* _WHAT IS BEING ASKED_
The records that follow must be repeated exactly as they stand.

* _RECORDS SUPPLIED_
-------

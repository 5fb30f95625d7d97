/**
 * The starting set of the exact greedy on iterative solves: the required people, then per
 * closed group without one its best single starter, from the pseudo-inverse formula
 * (docs/engine.md section 7, identity 5; sparse-first-pick.ts) on the room grounded at one
 * member r: F({j}) = n_C (vol_C L+_jj - (L+ d)_j) = n_C vol_C X_jj + (terms known from X 1 and
 * X d), so a proven lower bound on X_jj bounds F_j from below; members are refreshed and then
 * checked exactly in order of that bound until no bound can win.
 */
import { CHEAP_HOPS, DEEP_HOPS, masked, mayBeat, solved } from './bounded-common';
import { beats, tieTolerance } from './dense-state';
import { DiagLowerBound } from './diag-lower-bound';
import { EngineError } from './errors';
import { GroundedLaplacian } from './linalg/grounded-laplacian';
import { partSums } from './sparse-first-pick';
import type { PlanContext } from './plan-context';

export interface First {
  readonly set: number[];
  readonly worst?: number;
  readonly bestSingle?: { person: number; total: number };
  readonly checks: number;
  readonly iterations: number;
}

export function firstStarters(ctx: PlanContext): First {
  const { room, n } = ctx;
  const d = room.csr.outStrength;
  const set = [...ctx.mustInclude];
  const isIn = new Uint8Array(n);
  for (const p of set) isIn[p] = 1;
  const classes = ctx.classes.closedClasses;
  const grounded = new Uint8Array(n);
  for (const cls of classes) grounded[cls.reduce((r, p) => (d[p] > d[r] ? p : r), cls[0])] = 1;
  const kx = new GroundedLaplacian(room.csr, grounded);
  const x1 = solved(kx, masked(new Float64Array(n).fill(1), kx.active));
  const xd = solved(kx, masked(d, kx.active));
  const bounds = new DiagLowerBound(kx);
  bounds.setGlobals(xd, x1);
  const scorer = new SingleScorer(kx, bounds, ctx);
  let worst = 0;
  let bestSingle: First['bestSingle'];
  for (const cls of classes) {
    const part = scorer.part(cls, x1, xd, classes.length === 1);
    worst += part.worst;
    if (part.bestAny) bestSingle = part.bestAny;
    if (!cls.some((p) => isIn[p])) set.push(part.best);
  }
  return { set, worst, ...(bestSingle ? { bestSingle } : {}), checks: scorer.checks, iterations: kx.iterations };
}

class SingleScorer {
  checks = 0;
  private readonly exact = new Map<number, number>();
  private readonly e: Float64Array;

  constructor(
    private readonly kx: GroundedLaplacian,
    private readonly bounds: DiagLowerBound,
    private readonly ctx: PlanContext,
  ) {
    this.e = new Float64Array(kx.n);
  }

  part(
    cls: number[],
    x1: Float64Array,
    xd: Float64Array,
    wantAny: boolean,
  ): { best: number; worst: number; bestAny?: { person: number; total: number } } {
    const m = cls.length;
    if (m === 1) return { best: cls[0], worst: 0 };
    const { vol, s1, rho, shift } = partSums(cls, this.ctx.room.csr.outStrength, x1, xd);
    const scores = new PartScores(cls, m * vol);
    for (let a = 0; a < m; a++) {
      const j = cls[a];
      scores.lin[a] = m * (vol * ((-2 * x1[j]) / m + s1 / (m * m)) - (xd[j] - rho * x1[j] - shift));
      scores.low[a] = scores.slope * (this.kx.active[j] ? this.bounds.lower(j, CHEAP_HOPS) : 0) + scores.lin[a];
    }
    const tol = tieTolerance(m);
    const best = this.bestOf(scores, tol, (j) => this.ctx.allowed[j] === 1);
    const any = wantAny ? this.bestOf(scores, tol, () => true) : undefined;
    // Worst single starter, from below: the member with the largest bound, checked exactly.
    let top = 0;
    for (let a = 1; a < m; a++) if (scores.low[a] > scores.low[top]) top = a;
    const worst = Math.max(scores.slope * this.value(cls[top]) + scores.lin[top], scores.low[top]);
    return { best: best.person, worst, ...(any ? { bestAny: any } : {}) };
  }

  /**
   * The smallest total by the engine's tie-break among members passing `ok`: the member with the
   * smallest bound gets a deeper bound, then an exact check, until no bound can win.
   */
  private bestOf(sc: PartScores, tol: number, ok: (j: number) => boolean): { person: number; total: number } {
    const { cls, low } = sc;
    const done = new Uint8Array(cls.length);
    let best = -1;
    let bestT = Infinity;
    for (;;) {
      let a = -1;
      for (let b = 0; b < cls.length; b++)
        if (!done[b] && ok(cls[b]) && mayBeat(low[b], cls[b], bestT, best, tol) && (a < 0 || low[b] < low[a])) a = b;
      if (a < 0) break;
      const j = cls[a];
      if (!sc.deep[a] && this.kx.active[j]) {
        sc.deep[a] = 1;
        low[a] = Math.max(low[a], sc.slope * this.bounds.lower(j, DEEP_HOPS) + sc.lin[a]);
        continue;
      }
      done[a] = 1;
      const t = sc.slope * this.value(j) + sc.lin[a];
      low[a] = t;
      if (beats(t, j, bestT, best, tol)) {
        best = j;
        bestT = t;
      }
    }
    if (best < 0) throw new EngineError('NO_FEASIBLE_PLAN', 'No allowed person is left to brief in one of the closed groups.');
    return { person: best, total: bestT };
  }

  /** X_jj exactly (0 for the grounded member): one solve. */
  private value(j: number): number {
    if (!this.kx.active[j]) return 0;
    const known = this.exact.get(j);
    if (known !== undefined) return known;
    this.e[j] = 1;
    const x = solved(this.kx, this.e);
    this.e[j] = 0;
    this.checks++;
    this.exact.set(j, x[j]);
    return x[j];
  }
}

/** Per member of a closed group: F_j = slope X_jj + lin_j, and a lower bound on F_j. */
class PartScores {
  readonly lin: Float64Array;
  readonly low: Float64Array;
  readonly deep: Uint8Array;
  constructor(
    readonly cls: number[],
    readonly slope: number,
  ) {
    this.lin = new Float64Array(cls.length);
    this.low = new Float64Array(cls.length);
    this.deep = new Uint8Array(cls.length);
  }
}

-------

* _EXERCISE RESPONSE_
repository 5fb30f95625d7d97
/**
 * The starting set of the exact greedy on iterative solves: the required people, then per
 * closed group without one its best single starter, from the pseudo-inverse formula
 * (docs/engine.md section 7, identity 5; sparse-first-pick.ts) on the room grounded at one
 * member r: F({j}) = n_C (vol_C L+_jj - (L+ d)_j) = n_C vol_C X_jj + (terms known from X 1 and
 * X d), so a proven lower bound on X_jj bounds F_j from below; members are refreshed and then
 * checked exactly in order of that bound until no bound can win.
 */
import { CHEAP_HOPS, DEEP_HOPS, masked, mayBeat, solved } from './bounded-common';
import { beats, tieTolerance } from './dense-state';
import { DiagLowerBound } from './diag-lower-bound';
import { EngineError } from './errors';
import { GroundedLaplacian } from './linalg/grounded-laplacian';
import { partSums } from './sparse-first-pick';
import type { PlanContext } from './plan-context';

export interface First {
  readonly set: number[];
  readonly worst?: number;
  readonly bestSingle?: { person: number; total: number };
  readonly checks: number;
  readonly iterations: number;
}

export function firstStarters(ctx: PlanContext): First {
  const { room, n } = ctx;
  const d = room.csr.outStrength;
  const set = [...ctx.mustInclude];
  const isIn = new Uint8Array(n);
  for (const p of set) isIn[p] = 1;
  const classes = ctx.classes.closedClasses;
  const grounded = new Uint8Array(n);
  for (const cls of classes) grounded[cls.reduce((r, p) => (d[p] > d[r] ? p : r), cls[0])] = 1;
  const kx = new GroundedLaplacian(room.csr, grounded);
  const x1 = solved(kx, masked(new Float64Array(n).fill(1), kx.active));
  const xd = solved(kx, masked(d, kx.active));
  const bounds = new DiagLowerBound(kx);
  bounds.setGlobals(xd, x1);
  const scorer = new SingleScorer(kx, bounds, ctx);
  let worst = 0;
  let bestSingle: First['bestSingle'];
  for (const cls of classes) {
    const part = scorer.part(cls, x1, xd, classes.length === 1);
    worst += part.worst;
    if (part.bestAny) bestSingle = part.bestAny;
    if (!cls.some((p) => isIn[p])) set.push(part.best);
  }
  return { set, worst, ...(bestSingle ? { bestSingle } : {}), checks: scorer.checks, iterations: kx.iterations };
}

class SingleScorer {
  checks = 0;
  private readonly exact = new Map<number, number>();
  private readonly e: Float64Array;

  constructor(
    private readonly kx: GroundedLaplacian,
    private readonly bounds: DiagLowerBound,
    private readonly ctx: PlanContext,
  ) {
    this.e = new Float64Array(kx.n);
  }

  part(
    cls: number[],
    x1: Float64Array,
    xd: Float64Array,
    wantAny: boolean,
  ): { best: number; worst: number; bestAny?: { person: number; total: number } } {
    const m = cls.length;
    if (m === 1) return { best: cls[0], worst: 0 };
    const { vol, s1, rho, shift } = partSums(cls, this.ctx.room.csr.outStrength, x1, xd);
    const scores = new PartScores(cls, m * vol);
    for (let a = 0; a < m; a++) {
      const j = cls[a];
      scores.lin[a] = m * (vol * ((-2 * x1[j]) / m + s1 / (m * m)) - (xd[j] - rho * x1[j] - shift));
      scores.low[a] = scores.slope * (this.kx.active[j] ? this.bounds.lower(j, CHEAP_HOPS) : 0) + scores.lin[a];
    }
    const tol = tieTolerance(m);
    const best = this.bestOf(scores, tol, (j) => this.ctx.allowed[j] === 1);
    const any = wantAny ? this.bestOf(scores, tol, () => true) : undefined;
    // Worst single starter, from below: the member with the largest bound, checked exactly.
    let top = 0;
    for (let a = 1; a < m; a++) if (scores.low[a] > scores.low[top]) top = a;
    const worst = Math.max(scores.slope * this.value(cls[top]) + scores.lin[top], scores.low[top]);
    return { best: best.person, worst, ...(any ? { bestAny: any } : {}) };
  }

  /**
   * The smallest total by the engine's tie-break among members passing `ok`: the member with the
   * smallest bound gets a deeper bound, then an exact check, until no bound can win.
   */
  private bestOf(sc: PartScores, tol: number, ok: (j: number) => boolean): { person: number; total: number } {
    const { cls, low } = sc;
    const done = new Uint8Array(cls.length);
    let best = -1;
    let bestT = Infinity;
    for (;;) {
      let a = -1;
      for (let b = 0; b < cls.length; b++)
        if (!done[b] && ok(cls[b]) && mayBeat(low[b], cls[b], bestT, best, tol) && (a < 0 || low[b] < low[a])) a = b;
      if (a < 0) break;
      const j = cls[a];
      if (!sc.deep[a] && this.kx.active[j]) {
        sc.deep[a] = 1;
        low[a] = Math.max(low[a], sc.slope * this.bounds.lower(j, DEEP_HOPS) + sc.lin[a]);
        continue;
      }
      done[a] = 1;
      const t = sc.slope * this.value(j) + sc.lin[a];
      low[a] = t;
      if (beats(t, j, bestT, best, tol)) {
        best = j;
        bestT = t;
      }
    }
    if (best < 0) throw new EngineError('NO_FEASIBLE_PLAN', 'No allowed person is left to brief in one of the closed groups.');
    return { person: best, total: bestT };
  }

  /** X_jj exactly (0 for the grounded member): one solve. */
  private value(j: number): number {
    if (!this.kx.active[j]) return 0;
    const known = this.exact.get(j);
    if (known !== undefined) return known;
    this.e[j] = 1;
    const x = solved(this.kx, this.e);
    this.e[j] = 0;
    this.checks++;
    this.exact.set(j, x[j]);
    return x[j];
  }
}

/** Per member of a closed group: F_j = slope X_jj + lin_j, and a lower bound on F_j. */
class PartScores {
  readonly lin: Float64Array;
  readonly low: Float64Array;
  readonly deep: Uint8Array;
  constructor(
    readonly cls: number[],
    readonly slope: number,
  ) {
    this.lin = new Float64Array(cls.length);
    this.low = new Float64Array(cls.length);
    this.deep = new Uint8Array(cls.length);
  }
}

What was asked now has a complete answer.